For the past 12 weeks, as the West Indies team went from one defeat to another, stories of rifts in the camp, the captain's indifference, the lack of spirit and much else besides flew back to the Caribbean. Initially, and predictably, denied by manager Clive Lloyd, many were later confirmed by Lara. "The unity needs to be much better," he said. "As a team, I'd prefer to have guys tight together off the field and things would work better on the field. Hopefully, things will improve in those areas."

It was a unity Lara did not obviously go out of his way to foster. He was seldom seen in the company of his players away from the cricket grounds, indulging a passion for golf that few of his team-mates share and, on the field, the ready smile and the Viv Richards swagger that were his hallmarks were absent. Instead, his posture was of a remote man, arms folded across his chest, rarely animated. It was a different captain to the Lara of his first series at the helm when England were beaten 3- 1 in the Tests and 4-1 in the one-day internationals in the Caribbean. He acknowledged that it is easier to maintain team spirit at home rather than on tour.

"You've got to remember we're all from different islands and slightly different backgrounds," he said, ignoring the fact that his outstanding predecessors such as Sir Frank Worrell and his present manager, Clive Lloyd, overcame such obstacles to build great teams.

"In the Caribbean, you get together for seven days to play a Test and then you head back to your different islands," he noted. "It's a shorter period, it's going to be very competitive and there's going to be great team spirit. When you go on tour for three to three-and-a-half months, you've got to live with individuals for longer periods."

Nor was he happy with the mental attitude of "the guys", his favourite expression for his players. "The management worked on the guys every day but, at the end of the day, you've got to go out there and back yourself as an individual," he said. "You can get all the advice you want off the field but, as individuals, we were a bit weak and a bit lacking in confidence in the middle. It is something that going into the nets doesn't solve."

He will include in his tour report to the Board a recommendation that they get "some sort of help outside of cricket that would make the guys more competitive upstairs so that they can be more competitive on the field". It is the kind of help recommended, but not heeded, for Lara himself by several concerned observers, most prominent among them Michael Holding.

Holding has also been among the growing numbers who believe Lara is, and always was, unsuitable for the captaincy.
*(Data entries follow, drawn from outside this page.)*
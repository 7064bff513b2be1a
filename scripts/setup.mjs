// Brings a bare clone to a state that can run. Node built-ins only, as it runs before node_modules
// exists. Every step is skipped when it is already done.
import { spawn } from 'node:child_process'
import { createHash, randomBytes } from 'node:crypto'
import { existsSync, mkdirSync, readdirSync, readFileSync, statSync, writeFileSync } from 'node:fs'
import { createServer } from 'node:net'
import { dirname, join, resolve } from 'node:path'
import { fileURLToPath } from 'node:url'

if (Number(process.versions.node.split('.')[0]) < 20) {
  console.error(`Farbench needs Node 20 or later; this is ${process.version}.`)
  process.exit(1)
}

export const root = resolve(dirname(fileURLToPath(import.meta.url)), '..')
process.chdir(root)
const began = Date.now()

/** Prints one line with the seconds since the start. */
export const say = (words) =>
  console.log(`[${((Date.now() - began) / 1000).toFixed(1).padStart(6)} s] ${words}`)

let current = null
let stopping = false

/**
 * Runs a command to its end and answers how it ended; Ctrl-C is heard meanwhile. It has a group of its
 * own, so that what it started itself can be ended with it.
 */
export async function call(command, args, options = {}) {
  if (stopping) throw new Error('told to stop')
  const child = spawn(command, args, { stdio: 'inherit', cwd: root, detached: true, ...options })
  current = child
  try {
    return await new Promise((done, lost) => {
      child.once('error', lost).once('exit', (status, signal) => done({ status, signal }))
    })
  } finally {
    current = null
  }
}

/** Runs a command to its end; throws when it fails. */
export async function run(command, args, options = {}) {
  const { status, signal } = await call(command, args, options)
  if (status !== 0) throw new Error(`${command} ${args.join(' ')} ended with ${status ?? signal}`)
}

/** Ends the command that runs now, waits for it, and lets no other begin. */
export async function stopCall() {
  stopping = true
  const child = current
  if (!child?.pid || child.exitCode !== null || child.signalCode !== null) return
  await new Promise((gone) => {
    const late = setTimeout(() => process.kill(-child.pid, 'SIGKILL'), 8000)
    child.once('exit', () => {
      clearTimeout(late)
      gone()
    })
    process.kill(-child.pid, 'SIGTERM')
  })
}

const markOf = (name) => join(root, '.data', 'marks', name)
const isDone = (name, key) => existsSync(markOf(name)) && readFileSync(markOf(name), 'utf8') === key
function setDone(name, key) {
  mkdirSync(dirname(markOf(name)), { recursive: true })
  writeFileSync(markOf(name), key)
}

/** Installs Debian packages; without root it says which are missing. */
export async function installPackages(...names) {
  if (process.getuid?.() !== 0) throw new Error(`Please install: ${names.join(' ')}`)
  say(`installing ${names.join(', ')}`)
  const options = {
    env: { ...process.env, DEBIAN_FRONTEND: 'noninteractive' },
    stdio: ['ignore', 'ignore', 'inherit'],
  }
  await run('apt-get', ['update', '-qq'], options)
  await run('apt-get', ['install', '-y', '-qq', '--no-install-recommends', ...names], options)
}

/** The npm packages of package-lock.json, build tools included. */
export async function modules() {
  const key = createHash('sha256').update(readFileSync('package-lock.json')).digest('hex')
  if (existsSync('node_modules/next/package.json') && isDone('modules', key)) return
  say('npm ci')
  await run('npm', ['ci', '--include=dev', '--no-audit', '--no-fund'], {
    env: { ...process.env, NODE_ENV: 'development' },
  })
  setDone('modules', key)
}

/** Random secrets and the port's address in .env.local; what is set in the environment wins. */
export function settings() {
  const text = existsSync('.env.local') ? readFileSync('.env.local', 'utf8') : ''
  const known = new Map(
    text.split('\n').flatMap((line) => {
      const match = /^([A-Z_]+)=(.*)$/.exec(line)
      return match ? [[match[1], match[2]]] : []
    }),
  )
  const wanted = {
    NEXTAUTH_SECRET: randomBytes(32).toString('base64url'),
    DEMO_PASSWORD: `trail-${randomBytes(5).toString('hex')}`,
    FILES_KEY: `demo-${randomBytes(6).toString('hex')}`,
    FILES_SECRET: randomBytes(24).toString('base64url'),
  }
  let added = ''
  for (const [name, value] of Object.entries(wanted)) {
    if (known.has(name)) continue
    known.set(name, value)
    added += `${name}=${value}\n`
  }
  if (added) {
    const gap = text && !text.endsWith('\n') ? '\n' : ''
    writeFileSync('.env.local', `${text}${gap}${added}`, { mode: 0o600 })
  }
  for (const [name, value] of known) process.env[name] ??= value
  process.env.PORT ??= '3111'
  process.env.NEXTAUTH_URL ??= `http://127.0.0.1:${process.env.PORT}`
  process.env.NEXT_TELEMETRY_DISABLED = '1'
}

/** Starts the project's own PostgreSQL and sets the addresses; answers them. */
export async function database(databaseName) {
  const { startDatabase } = await import('./db.mjs')
  const db = await startDatabase({ databaseName })
  process.env.DATABASE_URL = db.appUrl
  process.env.DATABASE_OWNER_URL = db.ownerUrl
  process.env.DATABASE_ADMIN_URL = db.adminUrl
  if (db.workUrl) process.env.DATABASE_WORK_URL = db.workUrl
  say(`PostgreSQL on ${new URL(db.appUrl).host}, database ${databaseName}`)
  return db
}

/** Tables to the newest migration and the demo shops, both idempotent. */
export async function fillDatabase() {
  await run('node_modules/.bin/tsx', ['scripts/migrate.ts'])
  await run('node_modules/.bin/tsx', ['scripts/seed.ts'])
}

const SOURCES = [
  'app',
  'components',
  'lib',
  'db',
  'public',
  'next.config.ts',
  'tailwind.config.ts',
  'postcss.config.mjs',
  'proxy.ts',
  'package-lock.json',
  'tsconfig.json',
  'scripts/build.mjs',
  'scripts/build-csp.mjs',
  'scripts/build-sw.mjs',
]

function* filesOf(path) {
  if (!existsSync(path)) return
  if (!statSync(path).isDirectory()) yield path
  else
    for (const name of readdirSync(path).sort())
      if (name !== 'sw.js') yield* filesOf(join(path, name))
}

function sourceKey() {
  const hash = createHash('sha256')
  for (const source of SOURCES)
    for (const file of filesOf(source)) hash.update(file).update('\0').update(readFileSync(file))
  return hash.digest('hex')
}

/** The production build, made again only when a source file differs. */
export async function build() {
  const key = sourceKey()
  if (existsSync('.next/BUILD_ID') && existsSync('public/sw.js') && isDone('build', key)) {
    say('build is current')
    return
  }
  say('building')
  await run(process.execPath, ['scripts/build.mjs'])
  setDone('build', key)
}

/** Answers whether nothing listens on the loopback port. */
export const isFree = (port) =>
  new Promise((answer) => {
    const probe = createServer()
    probe.once('error', () => answer(false))
    probe.listen(port, '127.0.0.1', () => probe.close(() => answer(true)))
  })

/** First free loopback port from `port` upward. */
export async function freePort(port) {
  for (let tried = port; tried < port + 100; tried++) if (await isFree(tried)) return tried
  throw new Error(`No free port between ${port} and ${port + 100}`)
}

/**
 * Where photos and voice notes are kept. With FILES_URL set that store is used, else the local one
 * (scripts/fakes/files.mjs) on a free port, which the caller starts: then the answer is true.
 */
export async function fileStore() {
  process.env.FILES_STAGE ??= join(root, '.data', 'stage')
  mkdirSync(process.env.FILES_STAGE, { recursive: true, mode: 0o700 })
  if (process.env.FILES_URL) return false
  const port = await freePort(Number(process.env.FILES_PORT ?? 9009))
  process.env.FILES_PORT = String(port)
  process.env.FILES_URL = `http://127.0.0.1:${port}`
  return true
}

/** What no service inherits (decision 010): ways in that row-level security does not bind. */
const KEPT_BACK = ['DATABASE_ADMIN_URL', 'DATABASE_OWNER_URL', 'DATABASE_WORK_URL']
/** Empty, not missing: next reads .env.local by itself, but sets nothing that is set. */
const BLANK = ['PG_ADMIN_PASSWORD', 'PG_OWNER_PASSWORD', 'PG_APP_PASSWORD', 'PG_WORK_PASSWORD']

/** This process's settings without what only the scripts need. */
function serviceEnv() {
  const kept = Object.entries(process.env).filter(([name]) => !KEPT_BACK.includes(name))
  return { ...Object.fromEntries(kept), ...Object.fromEntries(BLANK.map((name) => [name, ''])) }
}

/** Starts a long-running child; its exit is reported through `onExit`. `env`: what this one needs besides. */
export function service(command, args, onExit, env = {}) {
  const child = spawn(command, args, {
    cwd: root,
    stdio: ['ignore', 'inherit', 'inherit'],
    env: { ...serviceEnv(), ...env },
  })
  child.on('exit', (code, signal) => onExit(code, signal))
  return child
}

/** Ends long-running children and waits for them; those that stay are killed after 8 seconds. */
export async function stopServices(children) {
  const gone = children.map(
    (child) =>
      new Promise((done) => {
        if (child.exitCode !== null || child.signalCode !== null) done()
        else child.once('exit', done).kill('SIGTERM')
      }),
  )
  const late = setTimeout(() => {
    for (const child of children) child.kill('SIGKILL')
  }, 8000)
  await Promise.all(gone)
  clearTimeout(late)
}

/** This process needs the database no more; the last one that does stops the server. */
export async function leaveDatabase() {
  const { leaveDatabase: leave } = await import('./db.mjs')
  await leave()
}
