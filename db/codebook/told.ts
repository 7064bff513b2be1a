import type { SymptomItem } from '@/lib/model/code-book'

type Condition = SymptomItem['conditions'][number]

/** A condition, and of 100 such calls with each fault behind them, in how many the rider would say so. */
export const told = (
  id: string,
  name: string,
  otherwise: number,
  of100: Readonly<Record<string, number>>,
): Condition => ({ id, name, tells: { of100, otherwise } })

/** Conditions of which a rider names one at most: the answers to one question. */
export const asked = (answers: string, conditions: readonly Condition[]): Condition[] =>
  conditions.map((one) => ({ ...one, answers }))
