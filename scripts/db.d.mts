/** Addresses of one database of the project's own PostgreSQL, one for each role. */
export type DatabaseAddresses = {
  started: boolean
  port: number
  adminUrl: string
  ownerUrl: string
  appUrl: string
  workUrl: string
}
export function startDatabase(options?: { databaseName?: string }): Promise<DatabaseAddresses>
export function stopDatabase(): Promise<void>
export function leaveDatabase(): Promise<void>
export function databaseStatus(): { running: boolean; port: number | null; dataDir: string }
export function resetDatabase(): Promise<void>
/** Folder of the newest PostgreSQL server's programs. */
export function findServer(): string
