// Runs the queue's tasks until it is told to stop. Started by npm start beside the server.
import { startWork } from '@/lib/work/run'

const queueUrl = process.env.DATABASE_WORK_URL
if (!queueUrl) throw new Error('DATABASE_WORK_URL is missing: npm start sets it')
const work = await startWork({ queueUrl })
for (const signal of ['SIGINT', 'SIGTERM'] as const) {
  // Ctrl-C reaches this process as well as its parent, which then sends SIGTERM: once is enough.
  process.once(signal, () => void work.stop().catch(() => undefined))
}
await work.ended
process.exit(0)
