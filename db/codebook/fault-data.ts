import type { FaultItem } from '@/lib/model/code-book'

/** A fault without its shares, which stand together in `shares.ts` so that a list can be seen to add up. */
export type FaultData = Omit<FaultItem, 'kind' | 'shares' | 'source'>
The problem is there is no obvious replacement. Carl Hooper, the vice-captain, has a disciplinary record as long as Lara's and has done little in the series either and, apart from Shivnarine Chanderpaul, who has had virtually no experience of captaincy at any level, and the new wicketkeeper Ridley Jacobs no one else is guaranteed a place in the team.

Jimmy Adams, the experienced, 31-year-old left-handed all-rounder whose South African tour was ended before it had begun by a freak accident on the flight out, is at present leading Jamaica in the domestic tournament. But he hasn't played a Test for two years.

Ian Bishop, another seasoned campaigner at 31, is skippering Trinidad and Tobago and made a big impression when he led the A team on a successful tour of India and Bangladesh last year. But he has lost his Test place.

Lara has given no hint of stepping down. "I'm a learning captain," he said. "This is my first overseas tour as captain. It's been a great learning experience coming to South Africa and I've learned a lot from Hansie Cronje. Hopefully, I can take that into my game and my leadership."